We have talked about the draconian sanctions under the Bill, but what if one happens to be the poor, unfortunate vendor caught up by an unregistered estate agent? It could be a catastrophic experience. The Government should keep an open mind. If it appears that one or two people are providing a less than professional service because they are not registered with any of the professional bodies, it would be reasonable to consider revisiting the question of whether it should be compulsory to be registered as an estate agent. It is a serious matter that concerns the largest transaction that someone is likely to make in their life. We do not want untrained people acting for sellers and buyers of houses. It will not do the estate agency profession or its image any good, and it will provide a lurking danger to the general public. Sales may go wrong rarely, but when they do, they will go wrong with a vengeance, and those most important transactions will become much more difficult and expensive.
I hope that I can give the hon. Gentleman the comfort for which he is looking. Clause 14 will catch the sort of rogue traders that he describes if they market a property for a seller. It will not catch rogue traders acting as estate agents on behalf of a buyer, because it is concerned only with the process of marketing properties. It will be a complete answer to the problem of unqualified people, who are likely to deliver a poor service, setting themselves up as rogue estate agents. That is a separate issue, and I shall return to it in a moment.
The provision will cover any individual body corporate or partnership that markets properties and has a place of business in England and Wales. That is a much broader definition that will catch rogue traders. I do not want to detail circumstances in which they will not be caught. Of course, they will not be caught if they have premises outside England and Wales, for the simple reason that there is no enforcement mechanism without the complicated arrangement of a reciprocal procedure with Scotland. Anyone who sets up his premises in Scotland is badly placed to market properties in England and Wales, so we do not think that that is a serious issue, although it might technically be seen as a loophole.

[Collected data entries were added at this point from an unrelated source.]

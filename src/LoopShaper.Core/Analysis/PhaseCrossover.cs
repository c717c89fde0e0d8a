namespace LoopShaper.Core.Analysis;

/// <summary>A frequency where the continuous phase passes -180 + k 360 degrees, with the gain margin there.</summary>
/// <param name="FrequencyHz">Phase crossover frequency in Hz.</param>
/// <param name="CriticalPhaseDeg">The level crossed: -180 + k 360 degrees.</param>
/// <param name="MagnitudeDb">|T| there in dB.</param>
/// <param name="GainMarginDb">-20 log10 |T|: positive when more gain is needed to reach -1, negative when less.</param>
public sealed record PhaseCrossover(double FrequencyHz, double CriticalPhaseDeg, double MagnitudeDb, double GainMarginDb);
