using System.Collections.Immutable;
using LoopShaper.Core.TransferFunctions;

namespace LoopShaper.Core.Analysis;

/// <summary>
/// Magnitude in dB and continuous phase in degrees of a transfer function at a list of frequencies
/// (phase as shared/CONVENTIONS.md defines it; magnitudes clamped to +-400 dB so that a notch never gives -infinity).
/// </summary>
public sealed record FrequencyResponse(ImmutableArray<double> FrequencyHz, ImmutableArray<double> MagnitudeDb, ImmutableArray<double> PhaseDeg)
{
    /// <summary>Largest magnitude reported, in dB; values beyond it are clamped.</summary>
    public const double MagnitudeLimitDb = 400.0;

    /// <summary>The response of a function at the given frequencies in Hz.</summary>
    public static FrequencyResponse Of(TransferFunction h, IReadOnlyList<double> frequencyHz)
    {
        var mag = new double[frequencyHz.Count];
        var ph = new double[frequencyHz.Count];
        for (int i = 0; i < mag.Length; i++)
        {
            double w = 2 * Math.PI * frequencyHz[i];
            h.LogMagnitudeAndPhase(w, out double lm, out double p);
            double db = 20.0 / Math.Log(10.0) * lm;
            mag[i] = double.IsNaN(db) ? -MagnitudeLimitDb : Math.Clamp(db, -MagnitudeLimitDb, MagnitudeLimitDb);
            ph[i] = p * 180.0 / Math.PI;
        }

        return new FrequencyResponse([.. frequencyHz], [.. mag], [.. ph]);
    }

    /// <summary>The response of a function on a grid, with extra points near its poles and zeros.</summary>
    public static FrequencyResponse Of(TransferFunction h, FrequencyGrid grid) => Of(h, grid.Adaptive([h]));

    /// <summary>
    /// The response of the product of two functions on the same frequencies: magnitudes in dB and continuous phases add
    /// (the phase of a product is the sum of the factor angles, so continuity is kept).
    /// </summary>
    public FrequencyResponse Times(FrequencyResponse other)
    {
        if (other.Count != Count)
        {
            throw new ArgumentException("Both responses must share their frequencies.", nameof(other));
        }

        var mag = new double[Count];
        var ph = new double[Count];
        for (int i = 0; i < Count; i++)
        {
            mag[i] = Math.Clamp(MagnitudeDb[i] + other.MagnitudeDb[i], -MagnitudeLimitDb, MagnitudeLimitDb);
            ph[i] = PhaseDeg[i] + other.PhaseDeg[i];
        }

        return new FrequencyResponse(FrequencyHz, [.. mag], [.. ph]);
    }

    /// <summary>Number of points.</summary>
    public int Count => FrequencyHz.Length;
}
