using System.Collections.Immutable;
using System.Globalization;
using LoopShaper.Core.Analysis;
using LoopShaper.Core.Compensators;
using LoopShaper.Core.Derivations;
using LoopShaper.Core.Loop;
using LoopShaper.Core.PlantModels;
using LoopShaper.Core.TransferFunctions;
using LoopShaper.Core.Validation;
using static LoopShaper.Core.Units.EngineeringFormat;

namespace LoopShaper.Core.Design;
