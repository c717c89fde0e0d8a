using System.Collections.Immutable;
using System.Numerics;

namespace LoopShaper.Core.Analysis;

/// <summary>
/// Every gain and phase crossover of a loop gain T in an analysed range, and the margins derived from them
/// (shared/CONVENTIONS.md). A null margin means "no crossing in the analysed range", never a number.
/// </summary>
public sealed record StabilityMargins
{
    /// <summary>Lower end of the analysed range, Hz.</summary>
    public required double StartHz { get; init; }

    /// <summary>Upper end of the analysed range, Hz.</summary>
    public required double StopHz { get; init; }

    /// <summary>Every gain crossover in the range, ascending in frequency.</summary>
    public required ImmutableArray<GainCrossover> GainCrossovers { get; init; }

    /// <summary>Every phase crossover in the range, ascending in frequency.</summary>
    public required ImmutableArray<PhaseCrossover> PhaseCrossovers { get; init; }

    /// <summary>Frequencies where |T| touches 0 dB without crossing.</summary>
    public required ImmutableArray<MagnitudeTouch> Touches { get; init; }

    /// <summary>The gain crossover with the smallest phase margin, or null when there is none in range.</summary>
    public GainCrossover? WorstCrossover => GainCrossovers.IsEmpty ? null : GainCrossovers.MinBy(c => c.PhaseMarginDeg);

    /// <summary>Frequency of the worst gain crossover, Hz.</summary>
    public double? CrossoverHz => WorstCrossover?.FrequencyHz;

    /// <summary>The smallest phase margin over all gain crossovers, degrees.</summary>
    public double? PhaseMarginDeg => WorstCrossover?.PhaseMarginDeg;

    /// <summary>The upper gain margin: the smallest gain increase in dB that reaches a critical phase crossing.</summary>
    public double? UpperGainMarginDb => UpperPhaseCrossover?.GainMarginDb;

    /// <summary>Frequency of the upper gain margin, Hz.</summary>
    public double? UpperGainMarginHz => UpperPhaseCrossover?.FrequencyHz;

    /// <summary>The lower gain margin: the smallest gain reduction (a negative number of dB) that reaches a critical phase crossing.</summary>
    public double? LowerGainMarginDb => LowerPhaseCrossover?.GainMarginDb;

    /// <summary>Frequency of the lower gain margin, Hz.</summary>
    public double? LowerGainMarginHz => LowerPhaseCrossover?.FrequencyHz;

    /// <summary>The smallest extra pure delay that makes a crossover critical: min over crossovers of PM / (2 pi fc), seconds; null when the closed loop is unstable or no crossover has a positive margin.</summary>
    public double? DelayMarginS { get; init; }

    /// <summary>True when |T| crosses 0 dB more than once in range.</summary>
    public bool HasMultipleCrossovers => GainCrossovers.Length > 1;

    /// <summary>True when the closed loop is stable and a gain reduction would destabilise it (a lower gain margin exists).</summary>
    public bool IsConditionallyStable => IsClosedLoopStable && LowerPhaseCrossover is not null;

    /// <summary>Number of open-loop poles in the right half plane (after scrubbing round-off).</summary>
    public required int OpenLoopRhpPoleCount { get; init; }

    /// <summary>True when every closed-loop pole, roots of 1 + T = 0, lies strictly in the left half plane.</summary>
    public required bool IsClosedLoopStable { get; init; }

    /// <summary>The closed-loop poles in rad/s.</summary>
    public required ImmutableArray<Complex> ClosedLoopPoles { get; init; }

    /// <summary>Order of the Pade approximation of the loop's delay used for the closed-loop poles, or null when the loop has no delay.</summary>
    public int? ClosedLoopPadeOrder { get; init; }

    /// <summary>Plain-language remarks: crossings near the range ends, right-half-plane poles and the like.</summary>
    public required ImmutableArray<string> Notes { get; init; }

    private PhaseCrossover? UpperPhaseCrossover => PhaseCrossovers.Where(p => p.GainMarginDb > 0).MinBy(p => p.GainMarginDb);

    private PhaseCrossover? LowerPhaseCrossover => PhaseCrossovers.Where(p => p.GainMarginDb < 0).MaxBy(p => p.GainMarginDb);
}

I was asked whether we should revisit the issue of the licensing of estate agents. I made it clear that, although the Government have no current plans to proceed with such licensing, we have a genuinely open mind. We are conscious of the extent of the work that the National Association of Estate Agents has carried out to raise standards in the profession, and of the representations that we have received on the issue. We prefer the voluntary route where possible, but we recognise that there is sometimes a need to take action to protect the public interest.
I hope that the hon. Member for Cotswold will be reassured that we will keep an open mind on the matter. I ask him to withdraw the amendment.
I love the image of the Minister as the Minister with the light touch. Time will tell whether he fulfils that criterion. I am not sure that he will do so with the enactment of the Bill but, be that as it may, his response was helpful and courteous, so I beg to ask leave to withdraw the amendment.
Amendment, by leave, withdrawn.
Clause 14 ordered to stand part of the Bill.
Clause 15 ordered to stand part of the Bill.
Further consideration adjourned.—[Mr. Robert Ainsworth.]
Adjourned accordingly at eighteen minutes past Seven o'clock till Thursday 25 January at fifteen minutes to Ten o'clock.